Energy vs volume Volume relaxations and Pulay stress

From VASP Wiki
Revision as of 12:15, 24 July 2018 by Kaltakm (talk | contribs) (Created page with "If you are doing energy-volume calculations or cell shape and volume relaxations you must understand the Pulay stress, and related problems. The Pulay stress arises from the...")
(diff) ← Older revision | Latest revision (diff) | Newer revision → (diff)

If you are doing energy-volume calculations or cell shape and volume relaxations you must understand the Pulay stress, and related problems.

The Pulay stress arises from the fact that the plane wave basis set is not complete with respect to changes of the volume. Thus, unless absolute convergence with respect to the basis set has been achieved - the diagonal components of the stress tensor are incorrect. This error is often called "Pulay stress". The error is almost isotropic (i.e. the same for each diagonal component), and for a finite basis set it tends to decrease volume compared to fully converged calculations (or calculations with a constant energy cutoff).

The Pulay stress and related problems affect the behavior of VASP and any plane wave code in several ways: First it evidently affects the stress tensor calculated by VASP, i.e. the diagonal components of the stress tensor are incorrect, unless the energy cutoff is very large (ENMAX=1.3 *default is usually a safe setting to obtain a reliable stress tensor). In addition it should be noted that all volume/cell shape relaxation algorithms implemented in VASP work with a constant basis set. In that way all energy changes are strictly consistent with the calculated stress tensor, and this in turn results in an underestimation of the equilibrium volume unless a large plane wave cutoff is used. Keeping the basis set constant during relaxations has also some strange effect on the basis set. Initially all G-vectors within a sphere are included in the basis. If the cell shape relaxation starts the direct and reciprocal lattice vectors change. This means that although the number of reciprocal G-vectors in the basis is kept fixed, the length of the G-vectors changes, changing indirectly the energy cutoff. Or to be more precise, the shape of cutoff region becomes an elipsoide. Restarting VASP after a volume relaxation causes VASP to adopt a new "spherical" cutoff sphere and thus the energy changes discontinuously.
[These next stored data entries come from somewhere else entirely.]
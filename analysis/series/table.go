package series

import (
	"fmt"
	"sort"
	"strings"
	"unicode/utf8"
)

// dateNames are the header names that mark the date column, in any case.
var dateNames = []string{"date", "period", "time"}

// table builds a Frame row by row from text cells; the CSV and
// spreadsheet readers share it so that both apply the same rules.
type table struct {
	f        *Frame
	header   []string // all header names, including the date column
	dateCol  int      // index in header of the date column, −1 = undated
	decided  bool     // dateCol has been chosen (at the first data row)
	headLine int
	want     Freq // the declared frequency; Undated: infer it
	rowsHint int  // rows expected (0: unknown): the columns are allocated once
}

func newTable(source string, want Freq) *table {
	return &table{f: &Frame{Source: source}, dateCol: -1, want: want}
}

func (t *table) errf(line int, col, format string, args ...any) *DataError {
	return &DataError{Source: t.f.Source, Line: line, Column: col, Msg: fmt.Sprintf(format, args...)}
}

// setHeader checks the header row: valid UTF-8, every column named,
// no name twice.
func (t *table) setHeader(fields []string, line int) error {
	t.headLine = line
	t.header = make([]string, len(fields))
	seen := make(map[string]int, len(fields))
	for j, s := range fields {
		if !utf8.ValidString(s) {
			return t.errf(line, "", "header: column %d: name is not valid UTF-8 text (save the file as UTF-8)", j+1)
		}
		s = strings.Clone(strings.TrimSpace(s)) // not a view of the file's bytes (readPlainCSV)
		t.header[j] = s
		if s == "" {
			if j == 0 {
				continue // an unnamed first column holds the dates
			}
			return t.errf(line, "", "header: column %d has no name", j+1)
		}
		if k, dup := seen[s]; dup {
			return t.errf(line, "", "header: name %q is used by columns %d and %d", s, k+1, j+1)
		}
		seen[s] = j
	}
	return nil
}

// chooseDateColumn picks the date column: the first column named date,
// period or time (any case); otherwise the first column if it is
// unnamed or its first value is a quarterly, monthly or daily date;
// otherwise none (the data are undated).
func chooseDateColumn(header, first []string) int {
	for j, h := range header {
		for _, n := range dateNames {
			if strings.EqualFold(h, n) {
				return j
			}
		}
	}
	if len(header) == 0 {
		return -1
	}
	if header[0] == "" {
		return 0
	}
	if len(first) > 0 {
		if d, ok := parseDate(first[0]); ok && d.Freq != Annual {
			return 0
		}
	}
	return -1
}

func (t *table) decide(first []string) {
	t.dateCol = chooseDateColumn(t.header, first)
	t.decided = true
	f := t.f
	for j, h := range t.header {
		if j != t.dateCol {
			f.Names = append(f.Names, h)
		}
	}
	f.cols = make([][]float64, len(f.Names))
	if n := t.rowsHint; n > 0 {
		for j := range f.cols {
			f.cols[j] = make([]float64, 0, n)
		}
		f.Dates = make([]Date, 0, n)
		f.Lines = make([]int, 0, n)
	}
	if t.dateCol < 0 {
		f.Freq = Undated
	}
}

func (t *table) dateName() string {
	if t.header[t.dateCol] == "" {
		return "1 (dates)"
	}
	return t.header[t.dateCol]
}

// addRow appends one data row read from line.
func (t *table) addRow(fields []string, line int) error {
	if err := t.addRowHead(fields, line); err != nil {
		return err
	}
	for k := range t.f.cols {
		t.f.cols[k] = append(t.f.cols[k], 0)
	}
	return t.parseValuesAt(fields, line, len(t.f.Dates)-1)
}

// addRowHead checks the width and the date of a data row read from line
// and appends its date and line; the values are left to the caller
// (addRow, or parseValuesAt). An error here comes before any error in
// the row's values, as addRow reports them.
func (t *table) addRowHead(fields []string, line int) error {
	if !t.decided {
		t.decide(fields)
	}
	f := t.f
	if len(fields) != len(t.header) {
		return t.errf(line, "", "row has %d fields but the header (line %d) has %d", len(fields), t.headLine, len(t.header))
	}
	var d Date
	if t.dateCol >= 0 {
		var err error
		if d, err = t.rowDate(fields[t.dateCol], line); err != nil {
			return err
		}
	} else {
		d = Date{Freq: Undated, Sub: len(f.Dates) + 1}
	}
	f.Dates = append(f.Dates, d)
	f.Lines = append(f.Lines, line)
	return nil
}

// parseValuesAt parses the values of data row i (read from line) into
// the columns, which must already hold that row.
func (t *table) parseValuesAt(fields []string, line, i int) error {
	f := t.f
	k := 0
	for j, s := range fields {
		if j == t.dateCol {
			continue
		}
		v, err := parseValue(s)
		if err != nil {
			return t.errf(line, f.Names[k], "%v", err)
		}
		f.cols[k][i] = v
		k++
	}
	return nil
}

// rowDate parses and checks the date of the row on line: same frequency
// as the first row, later than the previous row, and for annual,
// quarterly and monthly data the very next period.
func (t *table) rowDate(s string, line int) (Date, error) {
	f := t.f
	d, ok := parseDate(s)
	if !ok {
		if trimSpace(s) == "" {
			return d, t.errf(line, t.dateName(), "date is missing")
		}
		return d, t.errf(line, t.dateName(), "invalid date %q: expected a form such as %s", clip(s, 40), dateForms)
	}
	n := len(f.Dates)
	if n == 0 {
		f.Freq = d.Freq
		return d, nil
	}
	if d.Freq != f.Freq {
		return d, t.errf(line, t.dateName(), "date %s is %s but the dates above are %s (first on line %d)", d, d.Freq, f.Freq, f.Lines[0])
	}
	prev := f.Dates[n-1]
	switch c := d.Compare(prev); {
	case c == 0:
		return d, t.errf(line, t.dateName(), "date %s appears twice, on lines %d and %d", d, f.Lines[n-1], line)
	case c < 0:
		i := sort.Search(n, func(i int) bool { return !f.Dates[i].Before(d) })
		if i < n && f.Dates[i].Equal(d) {
			return d, t.errf(line, t.dateName(), "date %s appears twice, on lines %d and %d", d, f.Lines[i], line)
		}
		return d, t.errf(line, t.dateName(), "date %s comes after %s (line %d): dates must increase", d, prev, f.Lines[n-1])
	}
	if f.Freq != Daily {
		if gap := d.Index() - prev.Index(); gap > 1 {
			missing := prev.Add(1).String()
			if gap > 2 {
				missing = fmt.Sprintf("%s to %s (%d periods)", missing, d.Add(-1), gap-1)
			}
			return d, t.errf(line, t.dateName(), "date %s follows %s (line %d): %s is missing", d, prev, f.Lines[n-1], missing)
		}
	}
	return d, nil
}

// finish settles the frequency (declared, or inferred from calendar
// dates) and returns the frame, or an error if there were no data rows.
func (t *table) finish() (*Frame, error) {
	if len(t.f.Dates) == 0 {
		return nil, t.errf(0, "", "no data rows below the header")
	}
	col := ""
	if t.dateCol >= 0 {
		col = t.dateName()
	}
	var err error
	if t.want != Undated {
		err = t.f.declare(t.want, col)
	} else {
		err = t.f.infer(col)
	}
	if err != nil {
		return nil, err
	}
	return t.f, nil
}
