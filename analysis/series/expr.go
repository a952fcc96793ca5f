package series

import (
	"strconv"
	"strings"
)

// Expr is a parsed series expression, such as dlog(gdp) or
// lag(r, 1) - 100*diff(log(p), 4). Build one with ParseExpr.
type Expr interface {
	// String is the canonical form: one space around + - * /, none
	// around ^, "f(x, k)" for calls, the fewest parentheses that keep
	// the meaning, backquotes around column names that need them.
	// ParseExpr(e.String()) gives an equal expression.
	String() string
	// Columns lists the column names the expression reads, in order of
	// first appearance, each once.
	Columns() []string

	prec() int // binding strength, for String
	walk(fn func(Expr))
}

// Precedences, weakest first.
const (
	precSum   = 1 // a + b, a - b
	precProd  = 2 // a * b, a / b
	precUnary = 3 // -a
	precPow   = 4 // a ^ b
	precAtom  = 5 // column, number, call, (…)
)

// ColumnRef is a column of the frame.
type ColumnRef struct{ Name string }

// Number is a numeric constant.
type Number struct{ Value float64 }

// Neg is unary minus.
type Neg struct{ X Expr }

// Binary is X Op Y with Op one of + - * / ^.
type Binary struct {
	Op   byte
	X, Y Expr
}

// Call is a function applied to a series, with an integer parameter
// for diff, lag and sdiff (K; 0 when the function has none).
type Call struct {
	Func string // log, exp, abs, sqrt, diff, dlog, lag, sdiff
	X    Expr
	K    int
}

func (ColumnRef) prec() int { return precAtom }
func (Number) prec() int    { return precAtom }
func (Neg) prec() int       { return precUnary }
func (Call) prec() int      { return precAtom }
func (b Binary) prec() int {
	switch b.Op {
	case '+', '-':
		return precSum
	case '*', '/':
		return precProd
	}
	return precPow
}

func (e ColumnRef) walk(fn func(Expr)) { fn(e) }
func (e Number) walk(fn func(Expr))    { fn(e) }
func (e Neg) walk(fn func(Expr))       { fn(e); e.X.walk(fn) }
func (e Binary) walk(fn func(Expr))    { fn(e); e.X.walk(fn); e.Y.walk(fn) }
func (e Call) walk(fn func(Expr))      { fn(e); e.X.walk(fn) }

func (e ColumnRef) String() string {
	if plainName(e.Name) {
		return e.Name
	}
	return "`" + strings.ReplaceAll(e.Name, "`", "``") + "`"
}

func (e Number) String() string {
	return strconv.FormatFloat(e.Value, 'g', -1, 64)
}

func (e Neg) String() string { return "-" + wrap(e.X, precUnary, false) }

func (e Binary) String() string {
	p := e.prec()
	if e.Op == '^' {
		// right-associative: a^b^c = a^(b^c); the base needs
		// parentheses unless it is an atom.
		return wrap(e.X, precAtom, false) + "^" + wrap(e.Y, precUnary, false)
	}
	return wrap(e.X, p, false) + " " + string(e.Op) + " " + wrap(e.Y, p, true)
}

func (e Call) String() string {
	switch e.Func {
	case "lag":
		return "lag(" + e.X.String() + ", " + strconv.Itoa(e.K) + ")"
	case "sdiff":
		return "sdiff(" + e.X.String() + ", " + strconv.Itoa(e.K) + ")"
	case "diff":
		if e.K != 1 {
			return "diff(" + e.X.String() + ", " + strconv.Itoa(e.K) + ")"
		}
	}
	return e.Func + "(" + e.X.String() + ")"
}

// wrap formats x as an operand that must bind at least as strongly as
// p (strictly more strongly if right, for left-associative operators).
func wrap(x Expr, p int, right bool) string {
	q := x.prec()
	if q < p || (right && q == p) {
		return "(" + x.String() + ")"
	}
	return x.String()
}

func columns(e Expr) []string {
	var out []string
	seen := map[string]bool{}
	e.walk(func(x Expr) {
		if c, ok := x.(ColumnRef); ok && !seen[c.Name] {
			seen[c.Name] = true
			out = append(out, c.Name)
		}
	})
	return out
}

func (e ColumnRef) Columns() []string { return columns(e) }
func (e Number) Columns() []string    { return nil }
func (e Neg) Columns() []string       { return columns(e) }
func (e Binary) Columns() []string    { return columns(e) }
func (e Call) Columns() []string      { return columns(e) }

// plainName reports whether a column name can be written without
// backquotes: a letter or underscore, then letters, digits, underscores
// and dots.
func plainName(s string) bool {
	if s == "" {
		return false
	}
	for i, r := range s {
		switch {
		case r == '_' || isLetter(r):
		case i > 0 && (r == '.' || (r >= '0' && r <= '9')):
		default:
			return false
		}
	}
	return true
}

func isLetter(r rune) bool {
	return (r >= 'a' && r <= 'z') || (r >= 'A' && r <= 'Z')
}
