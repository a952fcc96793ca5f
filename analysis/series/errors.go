package series

import (
	"strconv"
	"strings"
)

// DataError is a problem in the data or in its use, located as
// precisely as is known: the source file, the line (for spreadsheets,
// the row) and the column. It reads
//
//	FILE:LINE: column X: msg
//
// with the unknown parts left out ("FILE: msg", "line 7: column X: msg").
type DataError struct {
	Source string // file name as given by the caller; "" if unknown
	Line   int    // 1-based source line or sheet row; 0 if unknown
	Column string // column name; "" if unknown or not applicable
	Msg    string
}

func (e *DataError) Error() string {
	var b strings.Builder
	switch {
	case e.Source != "" && e.Line > 0:
		b.WriteString(e.Source)
		b.WriteByte(':')
		b.WriteString(strconv.Itoa(e.Line))
		b.WriteString(": ")
	case e.Source != "":
		b.WriteString(e.Source)
		b.WriteString(": ")
	case e.Line > 0:
		b.WriteString("line ")
		b.WriteString(strconv.Itoa(e.Line))
		b.WriteString(": ")
	}
	if e.Column != "" {
		b.WriteString("column ")
		b.WriteString(e.Column)
		b.WriteString(": ")
	}
	b.WriteString(e.Msg)
	return b.String()
}
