package kinds

import (
	"bytes"
	"encoding/xml"
	"fmt"
	"image/color"
	"io"
	"math"
	"math/rand/v2"
	"os"
	"slices"
	"strings"
	"testing"

	"github.com/galley-econ/galley/engine"
	"github.com/galley-econ/galley/figures"
	"github.com/galley-econ/galley/write/html"
	"github.com/galley-econ/galley/write/latex"
	"github.com/galley-econ/galley/write/markdown"
)

// figCSV is 72 months (2004-01..2009-12) of a seeded random walk pair
// and a noisy trend, enough for recursive residuals and a correlogram.
func figCSV() string {
	r := rand.New(rand.NewPCG(7, 11))
	var b strings.Builder
	b.WriteString("date,north,south,fuel\n")
	f, s := 100.0, 0.0
	for i := 0; i < 72; i++ {
		f += r.NormFloat64()
		s += 0.3 * r.NormFloat64()
		north := 20 + 0.5*f + r.NormFloat64()
		fmt.Fprintf(&b, "%d-%02d,%.4f,%.4f,%.4f\n", 2004+i/12, i%12+1, north, 60+s+0.1*float64(i), f)
	}
	return b.String()
}

// buildFig parses and runs a manuscript made of front matter and body.
func buildFig(t *testing.T, body string) (*engine.Document, error) {
	t.Helper()
	p := writeProject(t, front+"\n"+body, map[string]string{"data.csv": figCSV()})
	doc, err := engine.Parse(p, engine.Options{})
	if err != nil {
		return nil, err
	}
	return doc, doc.Run()
}

func mustBuild(t *testing.T, body string) *engine.Document {
	t.Helper()
	doc, err := buildFig(t, body)
	if err != nil {
		t.Fatal(err)
	}
	return doc
}

func result(t *testing.T, doc *engine.Document, id string) *engine.Result {
	t.Helper()
	for _, r := range doc.Results() {
		if r.ID == id {
			return r
		}
	}
	t.Fatalf("no result %q", id)
	return nil
}

// svgPaths parses an SVG with encoding/xml and returns, for each path,
// its style attribute and number of vertices (M and L commands).
func svgPaths(t *testing.T, b []byte) (styles []string, vertices []int) {
	t.Helper()
	dec := xml.NewDecoder(bytes.NewReader(b))
	for {
		tok, err := dec.Token()
		if err == io.EOF {
			break
		}
		if err != nil {
			t.Fatalf("SVG does not parse: %v", err)
		}
		if e, ok := tok.(xml.StartElement); ok && e.Name.Local == "path" {
			var st, d string
			for _, a := range e.Attr {
				switch a.Name.Local {
				case "style":
					st = a.Value
				case "d":
					d = a.Value
				}
			}
			styles = append(styles, st)
			vertices = append(vertices, strings.Count(d, "M")+strings.Count(d, "L"))
		}
	}
	return styles, vertices
}

func hexColor(c color.Color) string {
	r, g, b, _ := c.RGBA()
	return fmt.Sprintf("#%02X%02X%02X", r>>8, g>>8, b>>8)
}

// drawnSeries counts the data lines of an SVG figure: paths stroked in a
// house series colour with at least minVertices vertices (legend
// thumbnails have two, grid lines are grey).
func drawnSeries(t *testing.T, svg []byte, minVertices int) int {
	t.Helper()
	var inks []string
	for i := 0; i < figures.MaxSeries; i++ {
		inks = append(inks, "stroke:"+hexColor(figures.SeriesStyle(i).Color))
	}
	styles, verts := svgPaths(t, svg)
	n := 0
	for i, st := range styles {
		if verts[i] < minVertices {
			continue
		}
		if slices.ContainsFunc(inks, func(ink string) bool { return strings.Contains(st, ink+";") || strings.HasSuffix(st, ink) }) {
			n++
		}
	}
	return n
}

func checkPDF(t *testing.T, pdf []byte) {
	t.Helper()
	if !bytes.HasPrefix(pdf, []byte("%PDF-")) || !bytes.Contains(pdf[max(0, len(pdf)-64):], []byte("%%EOF")) {
		t.Errorf("PDF lacks its header or trailer (%d bytes)", len(pdf))
	}
}

func TestFigureLinesPanels(t *testing.T) {
	t.Parallel()
	body := "See {{lv.label}} and {{pn.label}}.\n\n" +
		fence("ols", "id: m\ndata: grid\ny: north\nx: [fuel]\n") + "\n" +
		fence("figure", "id: lv\ndata: grid\nseries: [log(north), log(south), log(fuel)]\ncaption: Levels\nshade: [{from: 2008-09, to: 2009-06}]\n") + "\n" +
		fence("figure", "id: pn\ndata: grid\npanels:\n  - [north, south]\n  - [fuel]\nylabels: [Price, Index]\nsample: 2005-01..2008-12\nwidth: 5\n")
	doc := mustBuild(t, body)
	lv, pn := result(t, doc, "lv"), result(t, doc, "pn")
	if lv.Number != 1 || pn.Number != 2 || lv.Label() != "Figure 1" {
		t.Errorf("numbers %d, %d (label %q), want 1, 2", lv.Number, pn.Number, lv.Label())
	}
	if got := drawnSeries(t, lv.Figure.SVG, 72); got != 3 {
		t.Errorf("levels figure draws %d series of 72 points, want 3", got)
	}
	if got := drawnSeries(t, pn.Figure.SVG, 48); got != 3 {
		t.Errorf("panel figure draws %d series of 48 points, want 3", got)
	}
	checkPDF(t, lv.Figure.PDF)
	checkPDF(t, pn.Figure.PDF)
	if pn.Figure.Width != 5 || pn.Figure.Height != 2*figures.DefaultPanelHeight {
		t.Errorf("panel figure is %g × %g in, want 5 × %g", pn.Figure.Width, pn.Figure.Height, 2*figures.DefaultPanelHeight)
	}
	png, err := lv.Figure.RenderPNG(72)
	if err != nil || !bytes.HasPrefix(png, []byte("\x89PNG")) {
		t.Errorf("PNG: %v (%d bytes)", err, len(png))
	}
	smp := pn.Values["sample"].(map[string]any)
	if smp["from"] != "2005-01" || smp["to"] != "2008-12" || smp["n"] != 48 {
		t.Errorf("panel sample values %v, want 2005-01..2008-12, n 48", smp)
	}
	names := []string{}
	for _, s := range lv.Values["series"].([]map[string]any) {
		names = append(names, s["name"].(string))
	}
	if !slices.Equal(names, []string{"log(north)", "log(south)", "log(fuel)"}) {
		t.Errorf("series names %v", names)
	}
	if f := lv.Values["files"].(map[string]any); f["svg"] != "figures/lv.svg" || f["pdf"] != "figures/lv.pdf" {
		t.Errorf("files %v", f)
	}
	// writers: inline SVG with a numbered caption, a PDF include, an SVG link
	h, err := html.Write(doc, html.Options{})
	if err != nil {
		t.Fatal(err)
	}
	for _, want := range []string{`<a class="xref" href="#fig-lv">Figure 1</a>`, `href="#fig-pn">Figure 2</a>`, `<figure class="result" id="fig-lv" style="--figure-width: 52.3%">`, `<span class="label">Figure 1.</span> Levels`, "<svg"} {
		if !bytes.Contains(h, []byte(want)) {
			t.Errorf("HTML lacks %q", want)
		}
	}
	if bytes.Contains(h, []byte("http://")) || bytes.Contains(h, []byte("<?xml")) {
		t.Errorf("inline SVG keeps its XML declaration or namespace addresses")
	}
	tex, err := latex.Write(doc, latex.Options{FigureDir: engine.FigureFolder})
	if err != nil {
		t.Fatal(err)
	}
	for _, want := range []string{`\includegraphics[width=3.40in]{figures/lv.pdf}`, `\includegraphics[width=5.00in]{figures/pn.pdf}`, `\label{fig:lv}`, `Figure~\ref{fig:pn}`} {
		if !bytes.Contains(tex, []byte(want)) {
			t.Errorf("LaTeX lacks %q", want)
		}
	}
	md, err := markdown.Write(doc, markdown.Options{FigureDir: engine.FigureFolder})
	if err != nil {
		t.Fatal(err)
	}
	if !bytes.Contains(md, []byte("(figures/lv.svg)")) {
		t.Errorf("Markdown does not link figures/lv.svg")
	}
}

func TestFigureResidualsAndACF(t *testing.T) {
	t.Parallel()
	body := fence("ols", "id: m\ndata: grid\ny: north\nx: [fuel]\nsample: 2004-03..\n") + "\n" +
		fence("figure", "id: e\nresiduals: m\n") + "\n" +
		fence("figure", "id: ex\ndata: grid\nseries: [north - 0.5*fuel]\nplot: residuals\n") + "\n" +
		fence("figure", "id: c\nplot: acf\nresiduals: m\nlags: 6\n")
	doc := mustBuild(t, body)
	m, e, c := result(t, doc, "m"), result(t, doc, "e"), result(t, doc, "c")
	n := m.Values["nobs"].(int)
	if n != 70 {
		t.Fatalf("ols nobs %d, want 70", n)
	}
	if got := drawnSeries(t, e.Figure.SVG, n); got != 1 {
		t.Errorf("residual figure draws %d series of %d points, want 1", got, n)
	}
	if got := drawnSeries(t, result(t, doc, "ex").Figure.SVG, 72); got != 1 {
		t.Errorf("expression residual figure draws %d series, want 1", got)
	}
	if s := e.Values["sample"].(map[string]any); s["from"] != "2004-03" || s["n"] != n {
		t.Errorf("residual sample %v", s)
	}
	if a := c.Values["acf"].([]float64); len(a) != 6 || c.Values["lags"] != 6 {
		t.Errorf("acf values %v", a)
	}
	if b := c.Values["band"].(float64); math.Abs(b-1.96/math.Sqrt(float64(n))) > 1e-12 {
		t.Errorf("acf band %g, want 1.96/√%d", b, n)
	}
	checkPDF(t, c.Figure.PDF)
	if got := drawnSeries(t, c.Figure.SVG, 2); got != 0 {
		t.Errorf("correlogram draws %d lines in series ink, want none (bars only)", got)
	}
}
One thing which is important to understand, is that problems due to the Pulay stress can often be neglected if only volume conserving relaxations are performed. This is because the Pulay stress is usually almost uniform and it therefore changes the diagonal elements of the stress tensor only by a certain constant amount (see below). In addition many calculations have shown that Pulay stress related problems can also be reduced by performing calculations at different volumes using the same energy cutoff for each calculation (this is what VASP does by default), and fitting the final energies to an equation of state. This of course implies that the number of basis vectors is different at each volume. But calculations with many plane wave codes have shown that such calculations give very reliable results for the lattice constant and the bulk modulus and other elastic properties even at relatively small energy cutoffs. Constant energy cut-off calculations are less prone to errors cause by the basis set incompleteness than constant basis set calculations. But it should be kept in mind that volume changes and cell shape changes must be rather large in order to obtain reliable results from this method, because in the limit of very small distortions the energy changes obtained with this method are equivalent with that obtained from the stress tensor and are therefore affected by the Pulay stress. Only volume changes of the order of 5-10 % guarantee that the errors introduced by the basis set incompleteness are averaged out.